How would you hire a rocket scientist?

I mean, I'd go ask a friend who is one, but that's... largely blind luck. I
mean, I know the guy is smarter than I am; I can tell he knows more physics
than I do. but that's not saying a whole hell of a lot. And even if my friend
is a good rocket scientist, I then have to trust he's good at picking other
good rocket scientists.

It's a similar problem to how I'd hire an accountant. I mean, super important
job, right? keeps me outta jail. Me? I found someone that ran a public q/a
site. I knew she was good at explaining things, and I know she had certain
certifications... but really, I had no idea (and still have no idea) if she's
really doing the acccouning correctly. I mean, I have refered her to a few
friends, who all have said positive things about her, so it sounds like I made
a good choice, but I don't really know. I can't, at least until I get audited.
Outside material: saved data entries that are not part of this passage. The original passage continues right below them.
def _verdict_section(verdict: Verdict, fig_uri: str | None) -> str:
    d = verdict.to_dict()
    fault = bool(d["fault_indicated"])
    event = str(d["event"])
    probs: Mapping[str, float] = d["probabilities"]
    badge = "FAULT INDICATED" if fault else "NO FAULT INDICATED"
    t_us = d["fault_time_us"]
    loc = d["location"]
    model = d["model"] or {}
    if loc is None:
        loc_text = '<span class="na">not estimated' + (
            " (no fault indicated)" if not fault else " (the model has no location regressor)") + "</span>"
    else:
        loc_text = f"{_num(loc, '.2f')} of the winding length from the line end (0 = line end, 1 = neutral end)"
    rows = [
        ("Event", _esc(_EVENT_TEXT.get(event, event))),
        ("Probability of that event", _num(probs.get(event), ".2f")),
        ("Fault instant", '<span class="na">—</span>' if t_us is None
         else f"{_num(t_us, '.3f')} µs on the test record's own time axis"),
        ("Location along the winding", loc_text),
        ("Decision", _decision_text(probs, model)),
        ("Thresholds exceeded", f"{len(d['exceeded'])}"),
        ("Model", _esc(model.get("name", "unknown"))
         + (f" — {_esc(model['source'])}" if model.get("source") else "")
         + (f"; trained on {_esc(model['training_data'])}" if model.get("training_data") else "")
         + f' <span class="na">(feature schema {_esc(model.get("schema_version", "?"))}'
         + (f", created {_esc(model['created'])}" if model.get("created") else "") + ")</span>"),
    ]
    order = sorted(probs, key=lambda c: -float(probs[c]))
    prob_rows = []
    for c in order:
        p = float(probs[c])
        width = max(0.0, min(1.0, p)) * 160.0
        chosen = " chosen" if c == event else ""
        colour = EVENT_COLOURS.get(c, "#56B4E9")
        prob_rows.append((_esc(_EVENT_TEXT.get(c, c)) + (" ◀" if c == event else ""), _num(p, ".3f"),
                          f'<span class="bar{chosen}" style="width:{width:.0f}px;background:{colour}"></span>'))
    warn = d["warnings"]
    warn_html = ('<ul class="warnings">' + "".join(f"<li>{_esc(w)}</li>" for w in warn) + "</ul>") if warn else \
        '<p class="na">No warnings.</p>'
    img = "" if fig_uri is None else (
        f'<figure id="fig-verdict"><img src="{fig_uri}" alt="Event probabilities and winding sketch with the '
        f'estimated fault location"><figcaption>{_esc(FIGURE_CAPTIONS["verdict"])}</figcaption></figure>')
    return (
        f'<section class="verdict{" fault" if fault else ""}" id="verdict">'
        f'<div class="badge">{badge}</div>'
        f'<p class="advisory">Advisory second opinion from an automated comparison; the responsible engineer '
        f'decides (see the <a href="#caution">safety caution</a>).</p>'
        f'<div class="cols"><div>{_kv(rows)}</div>'
        f'<div><strong>Event probabilities</strong>'
        f'{_table(["event class", "probability", ""], prob_rows, numeric=(1,))}</div></div>'
        f"{img}"
        f"<strong>Warnings</strong>{warn_html}"
        f"</section>"
    )


#: Rows of the wave-shape table: (key, label, format, unit).
_SHAPE_ROWS: tuple[tuple[str, str, str, str], ...] = (
    ("test_voltage_kV", "Test voltage U_t", ".4g", "kV"),
    ("peak_kV", "Extreme value of the recorded curve", ".4g", "kV"),
    ("front_time_us", "Front time T1", ".3f", "µs"),
    ("time_to_half_us", "Time to half-value T2", ".2f", "µs"),
    ("overshoot_percent", "Relative overshoot β", ".1f", "%"),
    ("time_to_chopping_us", "Time to chopping Tc", ".3f", "µs"),
    ("chopping_time_us", "Instant of chopping (record time)", ".3f", "µs"),
    ("time_to_peak_us", "Time to peak Tp", ".1f", "µs"),
    ("virtual_origin_us", "Virtual origin O1 (record time)", ".3f", "µs"),
)

_KIND_TEXT = {
    "lightning_full": "full lightning impulse",
    "lightning_chopped": "chopped lightning impulse",
    "switching": "switching impulse",
}


def _shape_cell(ws: Mapping[str, Any], key: str, fmt: str, unit: str) -> str:
    tol = (ws.get("tolerance") or {}).get(key)
    value = ws.get(key)
    if value is None and tol is not None:
        value = tol.get("value")
    txt = _num(value, fmt, unit)
    if tol is None:
        return txt
    lo, hi = tol.get("low"), tol.get("high")
    if lo is not None and hi is not None:
        lim = f"{_num(lo, '.4g')}–{_num(hi, '.4g')}"
    elif hi is not None:
        lim = f"≤ {_num(hi, '.4g')}"
    elif lo is not None:
        lim = f"≥ {_num(lo, '.4g')}"
    else:
        lim = "any"
    verdict = '<span class="pass">pass</span>' if tol.get("pass") else '<span class="fail">FAIL</span>'
    return f"{txt} {verdict} <span class=\"na\">(limits {lim})</span>"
I mean, picking good people is a skill; sharing a knowledge base with the role
you are picking is not sufficent to pick someone good. I have a very good
friend that is a much better programmer than I am. But, her initial
impressions, like most people's, mostly focus on confidence. She was
interviewing for her boss, and was very excited about one prospect. "I think
he's better than I am" she gushed. But, being a rational person, she gave some
take-home work. The next day I got a call. "Would a person fail a take-home
test on purpose?" Turns out, the guy was just a big talker. But still; the
take home test saved her from an embarrassing co-worker. If she didn't have
the knowledge to make and judge that test? she would have ended up hiring the
idiot.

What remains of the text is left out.